Hi and welcome to TSF :wave:

Try clearing CMOS. To do that: Unplug the computer. Open the case. Remove the little lithium battery (it looks like a silver coin) on the motherboard. Put the battery back in after 20-30 minutes and turn the computer on. If/when the computer boots you will get a "checksum error" message - enter BIOS and load default settings (or something similar). Don't forget to save before you exit BIOS.

Please post the system specifications - CPU, video card, power supply etc.


----------



## Bo0nd0ck (Jul 16, 2007)

*Re: Computer Powers on but nothing else happens.*

Tried clearing the CMOS settings already, only left the battery out for about 10 minutes though because in the past about 2 minutes would clear my CMOS.

Here are my computer specs as well as I can remember:

P4 3.2 not over clocked
2.5 Gig of OCZ RAM with heat spreaders
Gigabyte Motherboard sli enabled but only using one video card.
500 Watt Power Supply
eVGA Nvidia 512MB 7800GTX
One SATA hard drive
One IDE Hard drive

The OS is on the SATA.


----------



## Deleted090308 (Jan 25, 2007)

*Re: Computer Powers on but nothing else happens.*

Look at the label on the PSU (inside the case) - what does it say about voltages and amps?

The machine is probably underpowered. Please click the "power supply calculator" link in my signature. Add 30% to the end result to compensate for aging and inefficiency.


----------



## MaverickUK (Sep 9, 2005)

*Re: Computer Powers on but nothing else happens.*

Remove ALL non-core components from your system and try booting up again (even remove the HDD(s)) - see if you can manage to get it to the POST phase.


----------



## Bo0nd0ck (Jul 16, 2007)

*Re: Computer Powers on but nothing else happens.*

Went ahead and reset the cmos again and then i removed all non core components and everything is still going the same way(the bad way lol).
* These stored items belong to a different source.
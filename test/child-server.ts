import { spawn, type ChildProcess } from 'node:child_process';
import { createAuditRepository } from '../server/audit/repository.js';
import { createAuthRepository } from '../server/auth/repository.js';
import { createAuthService } from '../server/auth/service.js';
import { systemClock } from '../server/clock.js';
import { openDatabase } from '../server/db/database.js';
import { migrate } from '../server/db/migrate.js';
import { BUILT_SERVER } from './build-server.js';

const ROOT = new URL('../', import.meta.url).pathname;

/** Starts the built server as a child process on `port` over `file`; resolves once it listens. */
export function startBuiltServer(file: string, port: number, extraArgs: string[] = []): Promise<ChildProcess> {
  return new Promise((resolve, reject) => {
    const child = spawn(process.execPath, [BUILT_SERVER, '--db', file, '--port', String(port), '--log-level', 'silent', ...extraArgs], {
      cwd: ROOT,
      stdio: ['ignore', 'pipe', 'pipe'],
    });
    let out = '';
    const timer = setTimeout(() => reject(new Error(`server did not start: ${out}`)), 20_000);
    child.stdout?.on('data', (d: Buffer) => {
      out += d.toString();
      if (out.includes('Heft at')) {
        clearTimeout(timer);
        resolve(child);
      }
    });
    child.stderr?.on('data', (d: Buffer) => (out += d.toString()));
    child.on('exit', (code) => {
      clearTimeout(timer);
      if (!out.includes('Heft at')) reject(new Error(`server exited ${code}: ${out}`));
    });
  });
}

/**
 * A database with one line "L1" running one product (target 503 g, σ 2 g, 5 packs per check) and a
 * checks token for it, made before any server runs; returns the token.
 */
export function prepareLineDatabase(file: string): string {
  const db = openDatabase(file);
  migrate(db);
  const now = Date.now() - 60_000;
  db.prepare("INSERT INTO lines (code, name, created_at, updated_at) VALUES ('L1', 'Line 1', ?, ?)").run(now, now);
  db.prepare(
    `INSERT INTO products (code, name, nominal, unit, target, subgroup_size, sampling_minutes, sigma, created_at, updated_at)
     VALUES ('P', 'Bag', 500, 'g', 503, 5, 60, 2, ?, ?)`,
  ).run(now, now);
  db.prepare('INSERT INTO runs (line_id, product_id, started_at) VALUES (1, 1, ?)').run(now);
  const auth = createAuthService({ db, clock: systemClock, repo: createAuthRepository(db), audit: createAuditRepository(db), sessionIdleMs: 1e9, sessionMaxMs: 1e9 });
  const { token } = auth.createToken({ name: 'scale', kind: 'checks', lineIds: [1] }, 'test');
  db.close();
  return token;
}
Powers on, faint click and dimming of lights, then straight back to normal with no keyboard or anything showing on monitors.

Thanks for the help so far.

Edit: Also getting 322 reccomended wattage from the calculator. I was figuring it would ask for more than that..


----------



## Deleted090308 (Jan 25, 2007)

*Re: Computer Powers on but nothing else happens.*

Hi again,
You have to try another power supply. (and disable SLI in BIOS)


----------



## Bo0nd0ck (Jul 16, 2007)

*Re: Computer Powers on but nothing else happens.*

Alright, going to try another power supply today and see if that will work.

Any recommended watts? Also In my post above I edited to show how many watts the power supply calculator reccomended, didnt know if you noticed it or not. I expected more than that though because I think the video card I have calls for a 500 watt supply, I could be wrong though.


----------



## Deleted090308 (Jan 25, 2007)

*Re: Computer Powers on but nothing else happens.*

It's not all about Watts - the makers "lie" about the efficiency (its mostly about 80% if you're lucky). Have a look at *this*.


----------



## Bo0nd0ck (Jul 16, 2007)

*Re: Computer Powers on but nothing else happens.*

It was also a power supply that came with the case and I heard a lot of people opt to get aftermarket power supplies for custom builds instead of using the ones that come with the case.


----------



## Deleted090308 (Jan 25, 2007)

*Re: Computer Powers on but nothing else happens.*

They're right. The PSU's coming with the case are usually lousy.


----------



## metallidethica (Jul 14, 2007)

*Re: Computer Powers on but nothing else happens.*

I have a similar situation. My question is: Do PSU dies after a while? If so, then how come everything else works except for the monitor? I know I probably should read the Power Supply Info page, but it's rather long and confusing to a newb like me. 

Thanks.


----------



## ebackhus (Apr 21, 2005)

*Re: Computer Powers on but nothing else happens.*

A PSU, like virtually all the other components, will eventually fail. Manufacturers define this as MTBF (mean time before failure) and is often rated in 10's of thoudands or hundreds of thousands of hours at the specific temperature usually around 25c. Now, how you'll keep your PSU at 25c is beyond the measure of this reposnse, but that's a very unlikely event for the average user. Another thing to consider is the quality of the internal components. You may have heard about solid-state capacitors and their superiority over the old electrolytic ones. The solid-state ones last longer and have greater efficiency in comparison to the average electrolytic. A good PSU will use quality parts that are efficient and have long life spans. You also have to consider defects that are unknown at the time of manufacturing. Often these defects will become known VERY early on, often well within any warranty period.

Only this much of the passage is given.